## Task objective
I would like each line of the data that holds the word "tuples" copied out.

━━━ Data records

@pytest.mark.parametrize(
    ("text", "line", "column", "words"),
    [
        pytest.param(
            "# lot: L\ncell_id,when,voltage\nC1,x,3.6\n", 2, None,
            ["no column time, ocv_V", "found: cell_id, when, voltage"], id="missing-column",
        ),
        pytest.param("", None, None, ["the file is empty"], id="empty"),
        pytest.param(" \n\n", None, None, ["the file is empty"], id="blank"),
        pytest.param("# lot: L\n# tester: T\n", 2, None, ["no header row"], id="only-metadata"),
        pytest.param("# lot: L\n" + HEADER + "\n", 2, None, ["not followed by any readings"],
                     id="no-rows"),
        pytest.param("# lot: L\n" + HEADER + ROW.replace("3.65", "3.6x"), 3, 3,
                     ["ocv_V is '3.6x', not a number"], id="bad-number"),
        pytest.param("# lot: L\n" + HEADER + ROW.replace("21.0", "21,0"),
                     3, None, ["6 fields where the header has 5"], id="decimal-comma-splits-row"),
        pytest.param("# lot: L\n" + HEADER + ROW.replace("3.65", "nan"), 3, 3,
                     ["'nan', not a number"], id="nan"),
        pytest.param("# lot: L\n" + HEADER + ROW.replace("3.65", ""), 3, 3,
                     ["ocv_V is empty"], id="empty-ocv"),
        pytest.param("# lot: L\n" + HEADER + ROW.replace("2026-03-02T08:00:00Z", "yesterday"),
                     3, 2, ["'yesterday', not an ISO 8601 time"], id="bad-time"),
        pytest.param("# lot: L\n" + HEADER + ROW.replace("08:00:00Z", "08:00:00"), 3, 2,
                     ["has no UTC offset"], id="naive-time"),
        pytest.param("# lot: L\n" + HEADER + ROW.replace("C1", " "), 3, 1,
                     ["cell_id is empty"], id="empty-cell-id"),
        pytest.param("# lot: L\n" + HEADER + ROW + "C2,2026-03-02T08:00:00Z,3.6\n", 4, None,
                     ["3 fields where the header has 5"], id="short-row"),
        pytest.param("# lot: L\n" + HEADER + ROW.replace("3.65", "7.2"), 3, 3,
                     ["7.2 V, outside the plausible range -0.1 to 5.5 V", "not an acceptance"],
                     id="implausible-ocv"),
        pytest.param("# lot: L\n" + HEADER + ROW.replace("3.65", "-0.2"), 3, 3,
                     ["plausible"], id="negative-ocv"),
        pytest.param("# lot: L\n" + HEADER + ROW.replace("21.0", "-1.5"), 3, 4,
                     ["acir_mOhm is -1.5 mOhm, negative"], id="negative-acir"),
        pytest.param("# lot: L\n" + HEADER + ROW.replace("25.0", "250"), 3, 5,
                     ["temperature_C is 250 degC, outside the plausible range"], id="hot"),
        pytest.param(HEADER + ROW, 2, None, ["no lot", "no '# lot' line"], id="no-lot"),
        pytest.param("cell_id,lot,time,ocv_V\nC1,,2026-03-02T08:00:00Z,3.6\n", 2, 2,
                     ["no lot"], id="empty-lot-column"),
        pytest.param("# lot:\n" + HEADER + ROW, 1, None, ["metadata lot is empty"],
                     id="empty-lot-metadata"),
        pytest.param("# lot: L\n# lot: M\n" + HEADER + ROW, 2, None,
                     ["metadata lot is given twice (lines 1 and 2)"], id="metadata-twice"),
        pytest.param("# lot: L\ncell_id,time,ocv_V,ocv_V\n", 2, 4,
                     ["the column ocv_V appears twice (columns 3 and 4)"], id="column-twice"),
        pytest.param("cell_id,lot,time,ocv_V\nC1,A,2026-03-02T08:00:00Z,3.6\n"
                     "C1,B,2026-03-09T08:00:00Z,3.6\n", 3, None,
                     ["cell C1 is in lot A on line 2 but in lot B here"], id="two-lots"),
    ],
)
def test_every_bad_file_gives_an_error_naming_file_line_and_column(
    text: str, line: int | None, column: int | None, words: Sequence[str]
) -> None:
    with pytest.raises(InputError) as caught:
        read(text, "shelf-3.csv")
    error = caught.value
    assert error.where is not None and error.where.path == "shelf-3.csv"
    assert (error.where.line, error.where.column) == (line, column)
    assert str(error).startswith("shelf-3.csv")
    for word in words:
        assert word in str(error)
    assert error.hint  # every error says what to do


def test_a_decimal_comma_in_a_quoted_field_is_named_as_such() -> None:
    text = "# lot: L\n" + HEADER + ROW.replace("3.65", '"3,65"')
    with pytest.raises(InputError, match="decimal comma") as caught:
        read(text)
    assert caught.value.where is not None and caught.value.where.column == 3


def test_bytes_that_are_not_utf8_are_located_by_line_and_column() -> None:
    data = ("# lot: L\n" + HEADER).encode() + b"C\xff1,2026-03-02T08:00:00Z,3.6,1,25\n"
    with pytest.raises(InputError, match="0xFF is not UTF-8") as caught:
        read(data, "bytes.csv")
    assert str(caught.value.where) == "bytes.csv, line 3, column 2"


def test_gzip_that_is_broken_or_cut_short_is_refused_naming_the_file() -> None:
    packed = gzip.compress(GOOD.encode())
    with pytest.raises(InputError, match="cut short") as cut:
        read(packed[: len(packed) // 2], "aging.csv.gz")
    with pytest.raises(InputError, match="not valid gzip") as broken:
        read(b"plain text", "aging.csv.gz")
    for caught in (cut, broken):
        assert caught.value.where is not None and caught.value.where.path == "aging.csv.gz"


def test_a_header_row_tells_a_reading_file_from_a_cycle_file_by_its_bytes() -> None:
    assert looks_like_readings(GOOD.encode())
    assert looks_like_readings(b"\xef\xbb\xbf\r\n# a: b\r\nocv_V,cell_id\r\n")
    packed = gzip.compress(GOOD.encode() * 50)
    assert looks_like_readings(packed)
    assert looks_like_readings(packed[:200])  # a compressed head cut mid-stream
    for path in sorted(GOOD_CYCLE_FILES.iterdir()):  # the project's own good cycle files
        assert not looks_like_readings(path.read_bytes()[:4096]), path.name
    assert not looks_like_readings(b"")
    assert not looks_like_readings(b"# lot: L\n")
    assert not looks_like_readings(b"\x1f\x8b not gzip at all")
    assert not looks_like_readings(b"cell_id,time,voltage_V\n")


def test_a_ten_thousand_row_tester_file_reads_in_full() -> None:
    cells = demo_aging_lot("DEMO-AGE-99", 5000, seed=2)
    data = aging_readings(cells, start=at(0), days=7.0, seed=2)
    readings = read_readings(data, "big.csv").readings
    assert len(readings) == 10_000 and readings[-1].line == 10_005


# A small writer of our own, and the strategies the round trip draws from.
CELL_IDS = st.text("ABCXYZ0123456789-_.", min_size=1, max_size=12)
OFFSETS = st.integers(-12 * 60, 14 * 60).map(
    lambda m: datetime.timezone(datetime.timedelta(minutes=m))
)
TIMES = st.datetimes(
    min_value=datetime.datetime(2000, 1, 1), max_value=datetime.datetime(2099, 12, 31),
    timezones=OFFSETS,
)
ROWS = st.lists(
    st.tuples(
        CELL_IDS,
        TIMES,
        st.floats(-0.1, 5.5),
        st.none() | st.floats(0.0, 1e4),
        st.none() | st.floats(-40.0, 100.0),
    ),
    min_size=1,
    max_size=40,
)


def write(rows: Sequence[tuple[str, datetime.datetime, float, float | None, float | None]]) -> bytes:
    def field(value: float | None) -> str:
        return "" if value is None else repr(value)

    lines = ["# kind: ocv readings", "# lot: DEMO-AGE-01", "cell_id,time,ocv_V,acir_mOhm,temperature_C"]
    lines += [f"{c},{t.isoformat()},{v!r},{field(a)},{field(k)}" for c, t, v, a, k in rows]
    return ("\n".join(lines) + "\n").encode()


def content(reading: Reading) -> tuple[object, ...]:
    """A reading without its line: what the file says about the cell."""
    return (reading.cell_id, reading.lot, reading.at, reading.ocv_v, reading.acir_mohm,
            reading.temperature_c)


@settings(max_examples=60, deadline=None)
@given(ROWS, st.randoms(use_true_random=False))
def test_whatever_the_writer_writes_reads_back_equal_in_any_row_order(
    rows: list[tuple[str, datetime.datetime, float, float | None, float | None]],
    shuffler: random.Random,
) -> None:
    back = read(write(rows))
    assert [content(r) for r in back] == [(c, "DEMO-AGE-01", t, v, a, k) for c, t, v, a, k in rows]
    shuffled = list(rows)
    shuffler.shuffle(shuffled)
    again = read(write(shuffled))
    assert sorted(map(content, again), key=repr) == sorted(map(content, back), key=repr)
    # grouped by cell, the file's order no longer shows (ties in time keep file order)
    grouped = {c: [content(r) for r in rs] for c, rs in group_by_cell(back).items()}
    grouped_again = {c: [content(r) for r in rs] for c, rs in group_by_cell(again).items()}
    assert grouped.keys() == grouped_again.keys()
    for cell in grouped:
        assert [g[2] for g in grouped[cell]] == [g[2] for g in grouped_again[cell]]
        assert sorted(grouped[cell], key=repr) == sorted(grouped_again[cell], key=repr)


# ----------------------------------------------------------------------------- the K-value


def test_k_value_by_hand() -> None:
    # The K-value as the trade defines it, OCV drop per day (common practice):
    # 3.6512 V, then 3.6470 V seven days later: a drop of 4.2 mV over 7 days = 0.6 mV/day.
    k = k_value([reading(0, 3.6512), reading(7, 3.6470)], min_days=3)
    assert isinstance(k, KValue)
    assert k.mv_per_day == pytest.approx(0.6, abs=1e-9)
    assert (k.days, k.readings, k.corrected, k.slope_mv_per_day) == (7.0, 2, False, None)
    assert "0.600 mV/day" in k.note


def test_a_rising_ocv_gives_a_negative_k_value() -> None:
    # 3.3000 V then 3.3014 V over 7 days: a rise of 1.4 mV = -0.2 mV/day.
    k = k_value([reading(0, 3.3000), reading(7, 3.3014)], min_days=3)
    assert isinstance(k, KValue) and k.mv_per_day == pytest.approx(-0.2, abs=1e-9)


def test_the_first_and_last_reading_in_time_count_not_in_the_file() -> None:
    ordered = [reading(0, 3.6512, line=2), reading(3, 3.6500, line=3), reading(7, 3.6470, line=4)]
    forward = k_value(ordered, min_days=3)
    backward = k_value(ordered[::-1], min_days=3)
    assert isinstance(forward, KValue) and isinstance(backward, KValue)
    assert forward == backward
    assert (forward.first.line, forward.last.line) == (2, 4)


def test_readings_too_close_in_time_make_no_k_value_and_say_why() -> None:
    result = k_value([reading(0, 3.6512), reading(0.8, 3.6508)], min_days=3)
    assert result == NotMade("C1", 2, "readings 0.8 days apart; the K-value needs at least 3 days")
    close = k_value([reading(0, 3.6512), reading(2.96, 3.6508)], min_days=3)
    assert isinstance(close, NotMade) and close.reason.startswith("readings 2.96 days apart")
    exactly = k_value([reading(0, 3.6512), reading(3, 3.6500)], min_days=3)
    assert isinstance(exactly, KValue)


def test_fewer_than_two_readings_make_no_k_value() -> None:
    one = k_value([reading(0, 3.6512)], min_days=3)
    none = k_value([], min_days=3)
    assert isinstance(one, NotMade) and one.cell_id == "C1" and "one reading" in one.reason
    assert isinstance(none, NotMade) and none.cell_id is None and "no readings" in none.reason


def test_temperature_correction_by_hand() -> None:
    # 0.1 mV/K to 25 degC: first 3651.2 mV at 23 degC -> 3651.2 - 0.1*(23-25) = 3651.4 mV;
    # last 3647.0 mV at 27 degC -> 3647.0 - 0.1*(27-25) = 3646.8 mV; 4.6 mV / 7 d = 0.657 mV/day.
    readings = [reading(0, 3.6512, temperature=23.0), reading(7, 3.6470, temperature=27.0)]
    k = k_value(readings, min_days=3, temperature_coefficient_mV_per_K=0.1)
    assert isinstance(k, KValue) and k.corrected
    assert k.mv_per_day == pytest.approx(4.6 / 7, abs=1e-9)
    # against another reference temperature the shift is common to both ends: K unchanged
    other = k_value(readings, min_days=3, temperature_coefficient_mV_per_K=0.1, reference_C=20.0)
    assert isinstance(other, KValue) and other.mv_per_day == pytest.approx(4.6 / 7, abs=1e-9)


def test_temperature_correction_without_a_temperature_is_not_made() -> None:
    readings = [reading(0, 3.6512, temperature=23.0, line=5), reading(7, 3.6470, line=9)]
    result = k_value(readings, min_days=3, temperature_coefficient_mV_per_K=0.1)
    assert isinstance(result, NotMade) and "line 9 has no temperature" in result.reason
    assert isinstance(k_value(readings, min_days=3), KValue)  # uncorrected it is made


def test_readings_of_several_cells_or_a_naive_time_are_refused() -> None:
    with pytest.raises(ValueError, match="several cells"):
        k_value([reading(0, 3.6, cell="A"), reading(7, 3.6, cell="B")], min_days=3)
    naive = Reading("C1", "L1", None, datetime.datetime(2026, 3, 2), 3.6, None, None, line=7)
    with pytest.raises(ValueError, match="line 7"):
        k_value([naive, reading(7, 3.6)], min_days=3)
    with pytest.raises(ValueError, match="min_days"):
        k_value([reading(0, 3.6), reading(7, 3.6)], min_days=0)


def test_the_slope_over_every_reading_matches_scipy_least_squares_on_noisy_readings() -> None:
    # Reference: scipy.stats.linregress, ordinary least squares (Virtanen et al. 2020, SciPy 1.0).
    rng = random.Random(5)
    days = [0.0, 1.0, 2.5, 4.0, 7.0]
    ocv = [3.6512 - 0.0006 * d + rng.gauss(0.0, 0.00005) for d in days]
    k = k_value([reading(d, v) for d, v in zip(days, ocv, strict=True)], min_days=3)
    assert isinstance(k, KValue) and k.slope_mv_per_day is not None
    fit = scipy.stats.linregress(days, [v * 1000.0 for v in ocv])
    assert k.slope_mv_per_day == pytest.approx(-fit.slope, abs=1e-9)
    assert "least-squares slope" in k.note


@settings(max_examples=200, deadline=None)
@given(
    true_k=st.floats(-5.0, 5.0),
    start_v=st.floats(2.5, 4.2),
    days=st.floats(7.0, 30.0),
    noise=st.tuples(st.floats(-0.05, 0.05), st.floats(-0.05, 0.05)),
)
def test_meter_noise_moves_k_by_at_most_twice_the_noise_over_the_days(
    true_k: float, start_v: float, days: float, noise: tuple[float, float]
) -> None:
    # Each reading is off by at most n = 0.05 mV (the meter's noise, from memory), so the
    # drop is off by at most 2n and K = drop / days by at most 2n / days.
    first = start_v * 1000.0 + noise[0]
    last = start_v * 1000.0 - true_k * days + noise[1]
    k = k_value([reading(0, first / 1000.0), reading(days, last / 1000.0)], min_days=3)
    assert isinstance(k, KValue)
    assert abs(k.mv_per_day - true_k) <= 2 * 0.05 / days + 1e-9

━━━━━━

## Answer box
    st.tuples(
    noise=st.tuples(st.floats(-0.05, 0.05), st.floats(-0.05, 0.05)),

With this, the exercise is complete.